Farias pontua que, mesmo quando estão funcionando, os aparelhos de ar-condicionado são antigos e não passam por manutenção. “A gente sofreu muito em 2024 com esse calor que fez. Imagina crianças do primeiro ano, com seis, sete anos, em um ambiente insalubre desses, nos dias mais quentes. Elas ficam agitadas, com dificuldade de se concentrar, ficam mais irritadas. A gente coloca no diário como aula dada, mas realmente a aula não aconteceu, né?”

O refeitório da escola fica em um espaço pequeno e sem ar-condicionado, e os ventiladores não funcionam. “É onde fazemos o horário cívico. Então, à uma hora da tarde, estamos lá cantando o hino nacional e pingando de suor”, relata ela.

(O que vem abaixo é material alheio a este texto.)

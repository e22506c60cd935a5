import * as z from 'zod/mini';
import { id, personRef, timestamp } from './common.ts';

/** Name and version of the archive of a whole dam; a change of what its entries mean is a new version. */
export const ARCHIVE_FORMAT = 'tracehead/dam-archive';
export const ARCHIVE_VERSION = 1;

const sha256 = z.string().check(z.regex(/^[0-9a-f]{64}$/));
const bytes = z.number().check(z.int(), z.nonnegative());

/**
 * `manifest.json`, the last entry of an archive: what it is of, what made it, and size and hash of every other entry.
 * Restoring holds every entry against it before anything is written.
 */
export const archiveManifest = z.object({
  format: z.literal(ARCHIVE_FORMAT),
  version: z.literal(ARCHIVE_VERSION),
  madeAt: timestamp,
  dam: z.object({ id, name: z.string() }),
  /** Version of the nets' documents, which has to be the one of the installation that restores. */
  documentVersion: z.number(),
  engineVersion: z.string(),
  entries: z.array(z.object({ name: z.string(), byteSize: bytes, sha256 })),
});
export type ArchiveManifest = z.infer<typeof archiveManifest>;

/** Somebody whom the rows of an archive name: who it was, and nothing by which one could sign in. */
export const archivedPerson = z.object({ id, name: z.string(), email: z.string() });
export type ArchivedPerson = z.infer<typeof archivedPerson>;

/** What a restored archive came to. */
export const restoredDto = z.object({
  damId: id,
  name: z.string(),
  rows: z.number(),
  files: z.number(),
  /** Drawings whose tiles are made again in the background. */
  drawings: z.number(),
  /** Made without a password, to be let in by the administrator. */
  peopleMade: z.array(personRef),
});
export type RestoredDto = z.infer<typeof restoredDto>;
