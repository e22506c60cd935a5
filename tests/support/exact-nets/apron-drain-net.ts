import type { ExactLine, ExactNet, ExactPlace } from '#shared/compute/exact/exact-net.ts';
import type { FlowNetDocument } from '#shared/contract/document.ts';
import { withLines } from '#tests/support/exact-nets/edit-net.ts';
import { exactNetDocument, type Tracing } from '#tests/support/exact-nets/exact-net-document.ts';

type Complex = readonly [re: number, im: number];

export type ApronDrainNet = Pick<ExactNet, 'headwater' | 'tailwater' | 'drops' | 'lines' | 'headAt'> & {
  readonly drainHead: number;
  readonly tailwater: number;
  readonly headPerDrop: number;
  /** Channels, of the traced squares, from the headwater, into the drain, and into the tailwater less what it gives. */
  readonly flows: { readonly headwater: number; readonly drain: number; readonly tailwater: number };
  /** Places in the ground off every boundary, evenly spread over the half strip onto which the section is mapped. */
  readonly places: (count: number, random: () => number) => ExactPlace[];
};

/** Half width of the apron, and where its middle lies. */
const HALF = 10;
const MIDDLE: ExactPlace = [0, 98];
/** Depth of the outermost flow line at the headwater bed in the half strip. */
const DEEP = 2.2;
/** Place of the drain along the apron in the half strip, from −π/2 at the headwater to π/2 at the tailwater. */
const DRAIN = 0.6;

/**
 * A flat apron on deep ground with a drain let into its base that is held below the tailwater: water runs from the
 * headwater to both, and from part of the tailwater bed back to the drain. With z = b·sin ζ the ground below the apron
 * becomes a half strip, in which the drain is a sink beside its images in the two beds:
 *
 * h + iψ = T + (H − T)(1/2 − ζ/π) + S·ln(sin((ζ − ζ0)/2) / cos((ζ + ζ0)/2)).
 *
 * Both beds have one head and the apron carries no flow, term by term; the drain is drawn along the equipotential of its
 * head. Own derivation by the method of images (Muskat 1937), after Harr (1962) for the apron.
 */
export function apronDrainNet(levels: { tailwater: number; drainHead: number }): ApronDrainNet {
  const headwater = 106;
  const headPerDrop = 0.5;
  const intoDrain = 10;
  const { tailwater, drainHead } = levels;
  const S = (intoDrain * headPerDrop) / Math.PI;
  const field = fieldOf(headwater, tailwater, S);
  const drops = (headwater - drainHead) / headPerDrop;
  const toPlace = ([re, im]: Complex): ExactPlace => [
    MIDDLE[0] + HALF * Math.sin(re) * Math.cosh(im),
    MIDDLE[1] + HALF * Math.cos(re) * Math.sinh(im),
  ];
  const line = (kind: ExactLine['line'], points: Complex[], water: ExactLine['water'] = null): ExactLine => ({
    line: kind,
    water,
    at: (part) => toPlace(along(points, part)),
  });
  const isMet = (head: number) => (at: Complex) => head < tailwater - 1e-9 && at[1] > 0 && at[0] > DRAIN;
  const stream = (from: Complex) =>
    march(
      field,
      from,
      'down',
      (at) =>
        at[0] > Math.PI / 2 || field.potential(at)[0] < drainHead || Math.hypot(at[0] - DRAIN, at[1]) < 0.01,
    );
  const deepest = stream([-Math.PI / 2, -DEEP]);
  const below = (at: Complex) => at[1] < depthOf(deepest, at[0]);
  const contour = (head: number) =>
    march(field, apronAt(field, head), 'across', (at) => isMet(head)(at) || below(at) || at[0] > Math.PI / 2);
  // Just below the apron, where the angle at the drain is that of the ground.
  const top = field.potential([-Math.PI / 2, -1e-12])[1];
  const parting = halved(-1e-9, -DEEP, (y) => field.slope([Math.PI / 2, y])[0] > 0);
  const intoDrainFromHeadwater = (field.potential([Math.PI / 2, parting])[1] - top) / headPerDrop;
  const channels = (field.potential([-Math.PI / 2, -DEEP])[1] - top) / headPerDrop;
  const fromHeadwater = Array.from({ length: Math.ceil(channels - 0.05) - 1 }, (_, i) =>
    stream([-Math.PI / 2, bedDepth(field, -Math.PI / 2, [0, -DEEP], top + (i + 1) * headPerDrop)]),
  );
  const fromTailwater = Array.from({ length: intoDrain - 1 }, (_, i) => i + 1)
    .filter((channel) => channel > intoDrainFromHeadwater)
    .map((channel) =>
      stream([Math.PI / 2, bedDepth(field, Math.PI / 2, [parting, 0], top + channel * headPerDrop)]),
    );
  const drain = contour(drainHead);
  const edges: [Complex, Complex] = [drain[0]!, drain[drain.length - 1]!];
  const end = deepest[deepest.length - 1]!;
  const lines: ExactLine[] = [
    line(
      'submergedFace',
      [
        [-Math.PI / 2, 0],
        [-Math.PI / 2, -DEEP],
      ],
      'headwater',
    ),
    line(
      'submergedFace',
      [
        [Math.PI / 2, 0],
        [Math.PI / 2, Math.min(end[1], -DEEP)],
      ],
      'tailwater',
    ),
    line('impervious', [[-Math.PI / 2, 0], edges[0]]),
    line('impervious', [edges[1], [Math.PI / 2, 0]]),
    line('drain', drain),
    ...Array.from({ length: Math.ceil(drops - 0.05) - 1 }, (_, i) =>
      line('equipotential', contour(headwater - (i + 1) * headPerDrop)),
    ),
    ...[...fromHeadwater, ...fromTailwater, deepest].map((points) => line('flowLine', points)),
  ];
  return {
    headwater,
    tailwater,
    drainHead,
    drops,
    headPerDrop,
    lines,
    flows: {
      headwater: channels,
      drain: intoDrain,
      tailwater: channels - intoDrain,
    },
    headAt: (offset, elevation) => field.potential(fromPlace(offset, elevation))[0],
    places: (count, random) => {
      const found: ExactPlace[] = [];
      while (found.length < count) {
        const at: Complex = [(random() - 0.5) * 0.96 * Math.PI, -(0.02 + random() * DEEP)];
        if (!below(at) && field.potential(at)[0] > drainHead + 0.05 * headPerDrop) found.push(toPlace(at));
      }
      return found;
    },
  };
}

/** The net traced on a sheet, the drain held at its head. */
export function apronDrainDocument(net: ApronDrainNet, tracing: Tracing = {}): FlowNetDocument {
  return withLines(exactNetDocument(net, { pxPerUnit: 50, ...tracing }), 'drain', (value) => ({
    ...value,
    head: net.drainHead * (tracing.lengthFactor ?? 1),
  }));
}

type Field = { potential: (at: Complex) => Complex; slope: (at: Complex) => Complex };

function fieldOf(headwater: number, tailwater: number, S: number): Field {
  const lost = headwater - tailwater;
  return {
    potential: (at) => {
      const near = halfSine([at[0] - DRAIN, at[1]]);
      const far = halfCosine([at[0] + DRAIN, at[1]]);
      return [
        tailwater + lost * (0.5 - at[0] / Math.PI) + S * Math.log(Math.hypot(...near) / Math.hypot(...far)),
        S * (Math.atan2(near[1], near[0]) - Math.atan2(far[1], far[0])) - (lost * at[1]) / Math.PI,
      ];
    },
    // d/dζ: −(H − T)/π + (S/2)·(cot((ζ − ζ0)/2) + tan((ζ + ζ0)/2))
    slope: (at) => {
      const cot = divided(halfCosine([at[0] - DRAIN, at[1]]), halfSine([at[0] - DRAIN, at[1]]));
      const tan = divided(halfSine([at[0] + DRAIN, at[1]]), halfCosine([at[0] + DRAIN, at[1]]));
      return [(S / 2) * (cot[0] + tan[0]) - lost / Math.PI, (S / 2) * (cot[1] + tan[1])];
    },
  };
}

const halfSine = ([x, y]: Complex): Complex => [
  Math.sin(x / 2) * Math.cosh(y / 2),
  Math.cos(x / 2) * Math.sinh(y / 2),
];
const halfCosine = ([x, y]: Complex): Complex => [
  Math.cos(x / 2) * Math.cosh(y / 2),
  -Math.sin(x / 2) * Math.sinh(y / 2),
];

function divided([a, b]: Complex, [c, d]: Complex): Complex {
  const square = c * c + d * d;
  return [(a * c + b * d) / square, (b * c - a * d) / square];
}

/** The place in the half strip of a place of the section, ζ = arcsin(z/b). */
function fromPlace(offset: number, elevation: number): Complex {
  const z: Complex = [(offset - MIDDLE[0]) / HALF, (elevation - MIDDLE[1]) / HALF];
  // ζ = −i·ln(iz + √(1 − z²)), with the root that keeps the lower half plane in the half strip.
  const square: Complex = [1 - (z[0] * z[0] - z[1] * z[1]), -2 * z[0] * z[1]];
  const size = Math.sqrt(Math.hypot(...square));
  const half = Math.atan2(square[1], square[0]) / 2;
  const sum: Complex = [-z[1] + size * Math.cos(half), z[0] + size * Math.sin(half)];
  return [Math.atan2(sum[1], sum[0]), -Math.log(Math.hypot(...sum))];
}

/** Where the apron between the headwater and the drain has a head, by halving: there the head falls all the way. */
function apronAt(field: Field, head: number): Complex {
  return [halved(-Math.PI / 2, DRAIN, (x) => field.potential([x, 0])[0] > head), 0];
}

/** Depth at which a bed has a value of the stream function, which grows from the first depth to the second. */
function bedDepth(field: Field, x: number, [from, to]: readonly [number, number], value: number): number {
  return halved(from, to, (y) => field.potential([x, y])[1] < value);
}

function halved(low: number, high: number, isBefore: (at: number) => boolean): number {
  let [a, b] = [low, high];
  for (let i = 0; i < 80; i += 1) {
    const middle = (a + b) / 2;
    if (isBefore(middle)) a = middle;
    else b = middle;
  }
  return (a + b) / 2;
}

/**
 * Follows an equipotential downwards from the apron, or a flow line down the head, by small steps of the fourth order
 * (Kutta 1901) until `isOver`; the last point is brought back to where it is.
 */
function march(
  field: Field,
  from: Complex,
  way: 'across' | 'down',
  isOver: (at: Complex) => boolean,
): Complex[] {
  const STEP = 0.004;
  const direction = (at: Complex): Complex => {
    const [a, b] = field.slope(at);
    const size = Math.hypot(a, b);
    // The head falls along −(a, −b); an equipotential runs square to that.
    return way === 'down' ? [-a / size, b / size] : [-b / size, -a / size];
  };
  const sign = way === 'across' && direction([from[0], from[1] - 1e-6])[1] > 0 ? -1 : 1;
  const stepped = (at: Complex, size: number): Complex => {
    const go = (d: Complex, part: number): Complex => [
      at[0] + sign * size * part * d[0],
      at[1] + sign * size * part * d[1],
    ];
    const k1 = direction(at);
    const k2 = direction(go(k1, 0.5));
    const k3 = direction(go(k2, 0.5));
    const k4 = direction(go(k3, 1));
    const mean: Complex = [
      (k1[0] + 2 * k2[0] + 2 * k3[0] + k4[0]) / 6,
      (k1[1] + 2 * k2[1] + 2 * k3[1] + k4[1]) / 6,
    ];
    return go(mean, 1);
  };
  const points: Complex[] = [from];
  for (let i = 0; i < 4000; i += 1) {
    const here = points[points.length - 1]!;
    const next = stepped(here, STEP);
    if (i > 2 && isOver(next)) {
      points.push(
        stepped(
          here,
          halved(0, STEP, (part) => !isOver(stepped(here, part))),
        ),
      );
      break;
    }
    points.push(next);
  }
  return points;
}

/** Depth of a flow line below the middle at a place across the half strip. */
function depthOf(points: readonly Complex[], x: number): number {
  const i = points.findIndex((point) => point[0] >= x);
  const after = points[i === -1 ? points.length - 1 : i]!;
  const before = points[Math.max(0, (i === -1 ? points.length : i) - 1)]!;
  const span = after[0] - before[0];
  return span > 0 ? before[1] + ((x - before[0]) / span) * (after[1] - before[1]) : after[1];
}

function along(points: readonly Complex[], part: number): Complex {
  const at = part * (points.length - 1);
  const i = Math.min(points.length - 2, Math.floor(at));
  const [a, b] = [points[i]!, points[i + 1]!];
  return [a[0] + (at - i) * (b[0] - a[0]), a[1] + (at - i) * (b[1] - a[1])];
}
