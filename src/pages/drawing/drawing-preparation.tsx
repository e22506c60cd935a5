import { Button } from '#client/components/button.tsx';
import { useNotice } from '#client/components/notice.tsx';
import { ProblemNote } from '#client/components/problem-note.tsx';
import { usePrepareAgain } from '#client/features/drawings/api/drawing-mutations.ts';
import { isUnderWay } from '#client/features/drawings/api/drawing-queries.ts';
import { JobProgress } from '#client/features/drawings/components/drawing-entry.tsx';
import { drawingsText as text } from '#client/text/drawings.ts';
import type { DrawingDto } from '#shared/contract/drawings.ts';

/** How the preparing of a drawing stands; an engineer may ask for what is missing once more. Nothing when all is well. */
export function DrawingPreparation({ drawing, canEdit }: { drawing: DrawingDto; canEdit: boolean }) {
  if (drawing.job.state === 'done' && drawing.job.message === '') return null;
  return (
    <div className="mb-4 border border-rule bg-film px-3.5 pt-1 pb-3">
      <JobProgress drawing={drawing} />
      {canEdit && !isUnderWay(drawing) ? <PrepareAgain drawingId={drawing.id} /> : null}
    </div>
  );
}

function PrepareAgain({ drawingId }: { drawingId: string }) {
  const prepare = usePrepareAgain(drawingId);
  const notice = useNotice();
  return (
    <>
      <ProblemNote error={prepare.error} />
      <div className="flex flex-wrap items-baseline gap-x-3 gap-y-1">
        <Button
          look="quiet"
          busy={prepare.isPending}
          onClick={() => prepare.mutate(undefined, { onSuccess: () => notice(text.preparingAgain) })}
        >
          {text.prepareAgain}
        </Button>
        <span className="text-sm text-ink-2">{text.prepareAgainHint}</span>
      </div>
    </>
  );
}
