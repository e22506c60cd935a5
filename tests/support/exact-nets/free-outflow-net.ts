import { type EntityOf, type FlowNetDocument, type SheetPoint, UNSAID } from '#shared/contract/document.ts';
import { changed, withAdded } from '#tests/support/exact-nets/edit-net.ts';
import { exactNetDocument } from '#tests/support/exact-nets/exact-net-document.ts';
import { EXACT_NETS } from '#tests/support/exact-nets/exact-nets.ts';

type Place = readonly [offset: number, elevation: number];

const PX = 100;
/** Height of the exit point on the downstream face, from a free-surface solution (published case 2-12). */
const EXIT = 3.67;

const toSheet = ([x, z]: Place): SheetPoint => [500 + PX * x, 2000 - PX * z];

function line(kind: EntityOf<'line'>['line'], places: readonly Place[], water: 'headwater' | null = null) {
  const points = places.map(toSheet);
  return {
    kind: 'line',
    origin: 'traced',
    line: kind,
    name: '',
    points,
    finished: true,
    water,
    head: null,
    drops: null,
  } satisfies EntityOf<'line'>;
}

/** Offset at which the phreatic line has an elevation: a parabola from the headwater to the exit point. */
const phreaticOffset = (z: number) => (10 * (100 - z * z)) / (100 - EXIT * EXIT);

/** Offset at which the base has a head, after Dupuit (1863). */
const baseOffset = (h: number) => (100 - h * h) / 10;

/**
 * A dam with vertical faces, 10 m of water against it, 10 m thick, that drains freely down its downstream face: not an
 * exact net but one with the right boundaries. Equipotentials of heads below the exit point end on that face at the
 * elevation of their head.
 */
export function freeOutflowNet(places: ReadonlyArray<{ at: Place }>): FlowNetDocument {
  const empty = changed(exactNetDocument(EXACT_NETS[0]!.net), 'line', () => null);
  const steps = Array.from({ length: 21 }, (_, i) => i / 20);
  const traced = withAdded(
    empty,
    line(
      'submergedFace',
      [
        [0, 0],
        [0, 10],
      ],
      'headwater',
    ),
    line('impervious', [
      [0, 0],
      [10, 0],
    ]),
    line(
      'phreaticLine',
      steps.map((part) => {
        const z = 10 - part * (10 - EXIT);
        return [phreaticOffset(z), z];
      }),
    ),
    line('outflowFace', [
      [10, EXIT],
      [10, 0],
    ]),
    ...Array.from({ length: 9 }, (_, i) => {
      const head = 9 - i;
      const top: Place = head > EXIT ? [phreaticOffset(head), head] : [10, head];
      return line('equipotential', [[baseOffset(head), 0], top]);
    }),
    ...places.map(
      ({ at }, i): EntityOf<'readingPoint'> => ({
        kind: 'readingPoint',
        ...UNSAID.readingPoint,
        name: `P${i + 1}`,
        place: { on: 'section', offset: at[0], elevation: at[1] },
        order: i,
      }),
    ),
  );
  const corners: Place[] = [
    [0, 0],
    [10, 0],
    [0, 10],
  ];
  const known = changed(traced, 'knownPoint', (value, i) => ({
    ...value,
    at: toSheet(corners[i]!),
    offset: corners[i]![0],
    elevation: corners[i]![1],
  }));
  const levels = changed(known, 'waterLevels', (value) => ({ ...value, headwater: 10, tailwater: null }));
  return changed(levels, 'netCount', (value) => ({ ...value, drops: 10 }));
}
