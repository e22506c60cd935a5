import * as z from 'zod/mini';

/** What an error comes from, as the engineer is told. */
export const doubtSource = z.enum([
  'knownPoints',
  'tracing',
  'place',
  'waterLevels',
  'datum',
  'tip',
  'gammaW',
  'permeability',
]);
export type DoubtSource = z.infer<typeof doubtSource>;

/** Parts of the variance by source, the greatest first; they add to 1, or there are none when nothing is in doubt. */
export const doubtShares = z.array(z.object({ source: doubtSource, part: z.number() }));
export type DoubtShares = z.infer<typeof doubtShares>;

/** Half-widths of the quantities at 95 %, document length unit; null where the quantity is. */
export const quantityDoubt = z.object({
  headLost: z.nullable(z.number()),
  headPerDrop: z.nullable(z.number()),
  /** Factor (×/÷) within which the seepage is known; null while k has none. */
  seepageFactor: z.nullable(z.number()),
  /** Of the variance of ln q. */
  seepageShares: doubtShares,
});
export type QuantityDoubt = z.infer<typeof quantityDoubt>;
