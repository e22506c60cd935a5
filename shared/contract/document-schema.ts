import * as z from 'zod/mini';
import {
  type EntityKind,
  FLOW_NET_VERSION,
  flowNetDocument,
  knownPoint,
  netCount,
  permeability,
  profile,
  readingPoint,
  setOut,
  soil,
  tracedLine,
  versionedEntity,
  waterLevels,
} from './document.ts';

/** What each kind of entity is, in the words of the trade; in the order in which a net is made. */
const KINDS: ReadonlyArray<readonly [kind: EntityKind, schema: z.core.$ZodType, description: string]> = [
  ['setOut', setOut, 'How the section is put to scale. One for each section, shared by its nets.'],
  ['knownPoint', knownPoint, 'A point on the sheet whose offset and elevation are known.'],
  [
    'waterLevels',
    waterLevels,
    'Headwater, tailwater and unit weight of water, each with its plus-minus. Exactly one.',
  ],
  [
    'permeability',
    permeability,
    'The soil of the section, or of all that no other soil claims. Exactly one.',
  ],
  ['soil', soil, 'A soil of its own, in the regions between soil boundaries in which its places lie.'],
  ['line', tracedLine, 'A traced line: equipotential, flow line, phreatic line or boundary.'],
  ['netCount', netCount, 'What was counted on the drawing, and how accurately it was traced. Exactly one.'],
  [
    'readingPoint',
    readingPoint,
    'A place where a head is wanted, and what an instrument showed there, if any did.',
  ],
  ['profile', profile, 'A line, a list of places or a grid along which heads are wanted.'],
];

/**
 * The JSON Schema (draft 2020-12) of a net's document in the present version, as a file may give it: fields with a
 * default may be left out. Places are in pixels of the sheet, origin at the top-left corner, y down; offsets,
 * elevations and lengths in metres (SI) or feet (US).
 */
export function documentJsonSchema(): Record<string, unknown> {
  const names = z.registry<{ id: string; description?: string }>();
  for (const [id, schema, description] of KINDS) names.add(schema, { id, description });
  names.add(versionedEntity, { id: 'entity', description: 'An entity under its id, with its version.' });
  const { $schema, ...rest } = z.toJSONSchema(flowNetDocument, { io: 'input', metadata: names });
  return { $schema, title: `Flow net document, version ${FLOW_NET_VERSION}`, ...rest };
}
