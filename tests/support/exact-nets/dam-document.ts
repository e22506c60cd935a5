import {
  type DocumentEntity,
  type FlowNetDocument,
  type SheetPoint,
  UNSAID,
} from '#shared/contract/document.ts';
import { entityIdOf } from '#tests/support/exact-nets/exact-net-document.ts';

type Place = readonly [offset: number, elevation: number];

const PX = 20;

/**
 * The outline of a homogeneous dam without a net: upstream face 1 in 4 wetted to 18 m, crest, and a drain of 30 m at the
 * downstream end of the base or a free face of 1 in 2. Offsets grow with the flow; drawn at 20 px to the metre.
 */
export function damDocument({
  outlet,
  mirrored = false,
}: {
  outlet: 'drain' | 'face';
  mirrored?: boolean;
}): FlowNetDocument {
  const toSheet = ([x, z]: Place): SheetPoint => [mirrored ? 4000 - PX * x : 500 + PX * x, 2000 - PX * z];
  const line = (
    kind: Extract<DocumentEntity, { kind: 'line' }>['line'],
    places: readonly Place[],
    water: 'headwater' | null = null,
  ): DocumentEntity => ({
    kind: 'line',
    line: kind,
    name: '',
    points: places.map(toSheet),
    finished: true,
    water,
    head: null,
    drops: null,
    origin: 'traced',
  });
  const known = (name: string, at: Place): DocumentEntity => ({
    kind: 'knownPoint',
    name,
    at: toSheet(at),
    offset: at[0],
    elevation: at[1],
    use: 'fit',
  });
  const values: DocumentEntity[] = [
    known('K1', [0, 0]),
    known('K2', [146, 20]),
    {
      kind: 'setOut',
      method: 'points',
      distance: null,
      level: 'line',
      offsetsGrow: mirrored ? 'left' : 'right',
      upstream: mirrored ? 'right' : 'left',
      upQuarterTurns: null,
      statedScale: null,
      scales: 'equal',
    },
    line(
      'submergedFace',
      [
        [0, 0],
        [72, 18],
      ],
      'headwater',
    ),
    outlet === 'drain'
      ? line('drain', [
          [116, 0],
          [146, 0],
        ])
      : line('outflowFace', [
          [146, 0],
          [116, 15],
        ]),
    {
      kind: 'waterLevels',
      headwater: 18,
      tailwater: null,
      gammaW: 9.81,
      source: '',
      ...UNSAID.waterLevels,
    },
  ];
  return {
    format: 'tracehead/flow-net',
    version: 3,
    id: entityIdOf(0xda),
    name: '',
    unitSystem: 'SI',
    datum: '',
    sheet: { widthPx: 5000, heightPx: 3500, dpi: 300 },
    entities: Object.fromEntries(
      values.map((value, i) => [entityIdOf(i + 1), { id: entityIdOf(i + 1), version: 1, value }]),
    ),
  };
}
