import type { ExactNet } from '#shared/compute/exact/exact-net.ts';
import type { RandomReading } from '#tests/support/exact-nets/random-readings.ts';
import { seededRandom } from '#tests/support/exact-nets/seeded-noise.ts';

const STEP = 1e-3;

/**
 * Random places inside an exact net, spread evenly over its area: drops and channels drawn evenly, and kept in
 * proportion to the area that a small cell has there.
 */
export function readingsOverArea(net: ExactNet, count: number, seed: number): RandomReading[] {
  const random = seededRandom(seed);
  const draw = (): [number, number] => [
    0.01 + random() * (net.drops - 0.02),
    0.01 + random() * (net.channels - 0.02),
  ];
  const most = Math.max(...Array.from({ length: 3000 }, () => areaAt(net, ...draw())));
  const readings: RandomReading[] = [];
  while (readings.length < count) {
    const place = draw();
    if (random() * most >= areaAt(net, ...place)) continue;
    readings.push({ at: net.placeAt(...place), clicked: random() < 0.5 });
  }
  return readings;
}

/** Area of a small cell of drops and channels, any unit. */
function areaAt(net: ExactNet, drops: number, channel: number): number {
  const [x, y] = net.placeAt(drops, channel);
  const [dx, dy] = net.placeAt(drops + STEP, channel);
  const [cx, cy] = net.placeAt(drops, channel + STEP);
  return Math.abs((dx - x) * (cy - y) - (dy - y) * (cx - x));
}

Ainda segundo a professora, praticamente não há espaços ao ar livre para as crianças brincarem. “Quando eu vejo que eles precisam fazer alguma movimentação corporal, eu uso um patiozinho que fica atrás da cozinha da escola. É um quadradinho. Em algumas escolas nem esse quadradinho existe”, lamenta.

Questionada pela reportagem, a Secretaria Estadual de Educação do Amazonas não deu retorno até a publicação desta matéria.

Jà a Secretaria Municipal de Educação de Manaus afirmou que “todas as unidades da rede possuem aparelho de condicionador de ar” nas salas de aula e em outros espaços escolares. 

A secretaria disse que realiza manutenção e limpeza periódicas nos aparelhos de ar. “Em período de calor, que começa no mês de julho e segue até novembro, esse acompanhamento fica ainda mais intenso”, diz a nota. De 2021 a 2024, a prefeitura “revitalizou 361 unidades de ensino – oito escolas construídas do zero, quatro creches novas e outras 20 reformadas –, todas com condicionadores de ar”, continua.